As the lyrics seem to completely contradict the message of “Wave Away,” it’s important to note that Debsey has taken on the role of a girl who seems to be choosing stuckness, but there’s more than enough sarcasm in her voice and in the lyrics to argue that she’s really saying that it’s stupid to believe that the grass isn’t greener on the other side:
What more could I expect
To be happy with second best
Half-wishing I was somewhere else
When fortune found me sitting behind the fence
Just how lucky a girl could be
The grass is springing out from underneath
Until the cows come home
I’ll be watching how green it grows
I read that the band members laughed a lot during performances, and I’m sure they laughed a lot when creating and playing this song.

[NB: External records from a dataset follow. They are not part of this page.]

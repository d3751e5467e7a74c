import { csvText } from './csv-text.ts';
import { advisoryLine } from './proof-page.ts';
import type { ProofResponse } from './proof-response.ts';

/** A proof as CSV: a header of names with units, one record a row, and in each what it is. */
export function proofCsv({ columns, rows }: ProofResponse): string {
  const header = columns.map(({ name, unit }) => (unit === undefined ? name : `${name} [${unit}]`));
  return csvText([[...header, 'advisory'], ...rows.map((row) => [...row, advisoryLine])]);
}
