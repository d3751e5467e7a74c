/**
 * A runway's ground line from the start point on, as stretches of constant slope in the direction of movement.
 *
 * ends[i] [m] is where stretch i ends, rising; slopes[i] its slope, uphill positive. Beyond the last end the last slope holds:
 * whoever builds a profile sees to it that it covers the runway.
 */
export interface SlopeProfile {
  readonly ends: readonly number[];
  readonly slopes: readonly number[];
}

/**
 * The profile of a ground line surveyed at points.
 *
 * @param distances - of the points along the runway in the direction of movement [m], rising, at least two
 * @param heights - of the points [m]
 * @param start - distance of the start point on the same scale [m], at or after the first point and before the last
 * @returns stretches measured from the start point
 */
export function slopeProfile(distances: readonly number[], heights: readonly number[], start: number): SlopeProfile {
  const ends: number[] = [];
  const slopes: number[] = [];
  for (let i = 1; i < distances.length; i++) {
    const end = distances[i] as number;
    if (end <= start) continue;
    const begin = distances[i - 1] as number;
    ends.push(end - start);
    slopes.push(((heights[i] as number) - (heights[i - 1] as number)) / (end - begin));
  }
  return { ends, slopes };
}

/**
 * Slope of the line from the start point to a distance on the profile.
 *
 * @param length - [m], above 0; beyond the profile the last slope holds
 */
export function overallSlope({ ends, slopes }: SlopeProfile, length = ends[ends.length - 1] as number): number {
  let rise = 0;
  let from = 0;
  const last = ends.length - 1;
  for (let i = 0; i <= last && from < length; i++) {
    const end = i === last ? length : Math.min(length, ends[i] as number);
    rise += (slopes[i] as number) * (end - from);
    from = end;
  }
  return rise / length;
}

/** The greatest slope met from a distance on [m]; of the last stretch where the distance lies beyond it. */
export function steepestFrom({ ends, slopes }: SlopeProfile, distance: number): number {
  let steepest = slopes[slopes.length - 1] as number;
  for (let i = 0; i < ends.length; i++) {
    if ((ends[i] as number) > distance) steepest = Math.max(steepest, slopes[i] as number);
  }
  return steepest;
}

The last two tracks reveal what happens when a band desires to expand its range and lacks the resources to pull it off. Compared to their other late-stage songs, “Remember This” is pretty light fare, something you’d expect from The Fifth Dimension but not Dolly Mixture. Even worse, they brought in Captain Sensible to produce the song, a guy whose only qualifications were that he’d used the girls as background singers and had begun what would become a long-term relationship with Rachel Bor. The mix is terrible, especially in its failure to blend the lead and background vocals, and Rachel’s cello is ill-suited for such a lightweight song. I have no idea why they chose this song as the only single from the album, especially when they had a dozen other tracks more likely to re-energize the fan base. By contrast, the piano-cello duet on “Whistling in the Dark” came out just fine but the attempt to enhance the piece with background whistling exposed the band as production amateurs.
Those two flops do not change my fervent belief that Dolly Mixture deserved better and still does. Information about the band on the web remains insultingly spotty—web lyrics are filled with glaring errors or nonexistent; a documentary that I wanted to watch is generally unavailable, limited to special showings in faraway places; and the “official website” contains no information about the band’s history. I’m amazed that despite the obvious compositional talent they displayed on Demonstration Tapes, few artists have covered their music. There’s more than enough evidence on Demonstration Tapes to prove that Dolly Mixture was a very talented group that could have could have been the U.K.’s answer to the Go-Gos had they caught a few breaks.
Coulda . . . woulda . . . definitely shoulda.